INFORMATION GIVEN:
┌────────

/** CPU time of a piece of work: warmed up, the median of several batches. */

/** Seconds of CPU that one measurement may take. */
const BUDGET = 0.6;

export function cpuSeconds(work: () => void): number {
  const once = (): number => {
    const before = process.cpuUsage();
    work();
    const { user, system } = process.cpuUsage(before);
    return (user + system) / 1e6;
  };
  // the compiler needs to have seen the work a few times
  let warm = 0;
  let last = 0;
  while (warm < BUDGET) {
    last = once();
    warm += last;
  }
  const batches = Math.max(3, Math.min(15, Math.round(BUDGET / Math.max(last, 1e-4))));
  const times = Array.from({ length: batches }, once).sort((a, b) => a - b);
  return times[times.length >> 1]!;
}
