/** `npm run bench -- time-response`: CPU time, steps and Newton solves against error on the lamp circuit, beside general-purpose peers. */
import { solveLampExplicitly } from './explicit-lamp.ts';
import { chargeError, LAMP_CASES, solveLamp } from './lamp.ts';
import { runPeer } from './peers.ts';
import type { Report } from './report.ts';
import { cpuSeconds } from './timing.ts';

const ACCURACIES = [1e-3, 1e-4, 1e-5, 1e-6, 1e-7, 1e-8];

interface Point {
  readonly error: number;
  readonly cpu: number;
  readonly steps: number;
}

export function benchTimeResponse(report: Report): void {
  const own = new Map<string, Point[]>();
  const peers = new Map<string, Point[]>();
  const add = (curves: Map<string, Point[]>, key: string, point: Point): void => {
    curves.set(key, [...(curves.get(key) ?? []), point]);
  };
  for (const lamp of LAMP_CASES) {
    for (const accuracy of ACCURACIES) {
      const outcome = solveLamp(lamp, accuracy);
      const cpu = cpuSeconds(() => solveLamp(lamp, accuracy));
      const error = chargeError(lamp.name, outcome.charges);
      add(own, lamp.name, { error, cpu, steps: outcome.steps });
      report.record({
        work: lamp.name,
        solver: 'ohmfolio',
        accuracy,
        cpu_s: cpu,
        steps: outcome.steps,
        rejected: outcome.rejected,
        newton: outcome.newton,
        error,
      });
    }
    for (const tolerance of [1e-4, 1e-6, 1e-8]) {
      const outcome = solveLampExplicitly(lamp, tolerance);
      const cpu = cpuSeconds(() => solveLampExplicitly(lamp, tolerance));
      const error = chargeError(lamp.name, outcome.charges);
      add(peers, `odex ${lamp.name}`, { error, cpu, steps: outcome.steps });
      report.record({
        work: lamp.name,
        solver: 'odex (npm)',
        accuracy: tolerance,
        cpu_s: cpu,
        steps: outcome.steps,
        evaluations: outcome.evaluations,
        error,
      });
    }
  }
  for (const [program, label, kept] of [
    ['radau', 'Radau IIA 5 (C)', 'own-radau5-nodal'],
    ['ida', 'IDA, multistep (C)', 'ida-dense-nodal'],
  ] as const) {
    const records = program === 'radau' ? runPeer(program, 0.06, 'bench') : runPeer(program, 0.06);
    if (typeof records === 'string') {
      report.remark(records);
      continue;
    }
    for (const record of records) {
      if (record.peer !== kept || !record.w.startsWith('W1') || record.fail) continue;
      const point = { error: Number(record.err), cpu: Number(record.cpu_s), steps: Number(record.steps) };
      add(peers, `${label} ${record.w}`, point);
      report.record({
        work: record.w,
        solver: label,
        accuracy: Number(record.rtol),
        cpu_s: point.cpu,
        steps: point.steps,
        rejected: Number(record.rej),
        newton: Number(record.newton),
        error: point.error,
      });
    }
  }
  for (const [key, curve] of peers) {
    const work = key.split(' ').at(-1)!;
    for (const { error, cpu, steps } of own.get(work)!) {
      const peer = atError(curve, error);
      if (!peer) continue;
      report.record({
        ratio: `to ${key.slice(0, -work.length - 1)} at equal error`,
        work,
        error,
        cpu: Number((cpu / peer.cpu).toPrecision(3)),
        steps: Number((steps / peer.steps).toPrecision(3)),
        ...(peer.beyond ? { note: 'peer extrapolated' } : {}),
      });
    }
  }
}

/** The peer's cost at an error: straight lines between its points, logarithmic both ways; the best that it did at no more error. */
function atError(points: readonly Point[], error: number): { cpu: number; steps: number; beyond: boolean } | undefined {
  // points that cost more and err more than another say nothing of the peer at its best
  const useful = points
    .filter((point) => !points.some((other) => other !== point && other.error <= point.error && other.cpu <= point.cpu))
    .sort((a, b) => b.error - a.error);
  if (useful.length < 2) return undefined;
  let k = useful.findIndex((point) => point.error <= error);
  const beyond = k <= 0;
  if (k < 0) k = useful.length - 1;
  if (k === 0) k = 1;
  const [from, to] = [useful[k - 1]!, useful[k]!];
  const fraction = Math.log(error / from.error) / Math.log(to.error / from.error);
  const along = (a: number, b: number): number => a * (b / a) ** fraction;
  return { cpu: along(from.cpu, to.cpu), steps: along(from.steps, to.steps), beyond };
}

└────────

ABOUT THIS EXERCISE: Quote the records from their first line to the line with "for (const accuracy", inclusive, without adding or dropping anything.

OUTPUT OF THE EXERCISE:
/** CPU time of a piece of work: warmed up, the median of several batches. */

/** Seconds of CPU that one measurement may take. */
const BUDGET = 0.6;

export function cpuSeconds(work: () => void): number {
  const once = (): number => {
    const before = process.cpuUsage();
    work();
    const { user, system } = process.cpuUsage(before);
    return (user + system) / 1e6;
  };
  // the compiler needs to have seen the work a few times
  let warm = 0;
  let last = 0;
  while (warm < BUDGET) {
    last = once();
    warm += last;
  }
  const batches = Math.max(3, Math.min(15, Math.round(BUDGET / Math.max(last, 1e-4))));
  const times = Array.from({ length: batches }, once).sort((a, b) => a - b);
  return times[times.length >> 1]!;
}
/** `npm run bench -- time-response`: CPU time, steps and Newton solves against error on the lamp circuit, beside general-purpose peers. */
import { solveLampExplicitly } from './explicit-lamp.ts';
import { chargeError, LAMP_CASES, solveLamp } from './lamp.ts';
import { runPeer } from './peers.ts';
import type { Report } from './report.ts';
import { cpuSeconds } from './timing.ts';

const ACCURACIES = [1e-3, 1e-4, 1e-5, 1e-6, 1e-7, 1e-8];

interface Point {
  readonly error: number;
  readonly cpu: number;
  readonly steps: number;
}

export function benchTimeResponse(report: Report): void {
  const own = new Map<string, Point[]>();
  const peers = new Map<string, Point[]>();
  const add = (curves: Map<string, Point[]>, key: string, point: Point): void => {
    curves.set(key, [...(curves.get(key) ?? []), point]);
  };
  for (const lamp of LAMP_CASES) {
    for (const accuracy of ACCURACIES) {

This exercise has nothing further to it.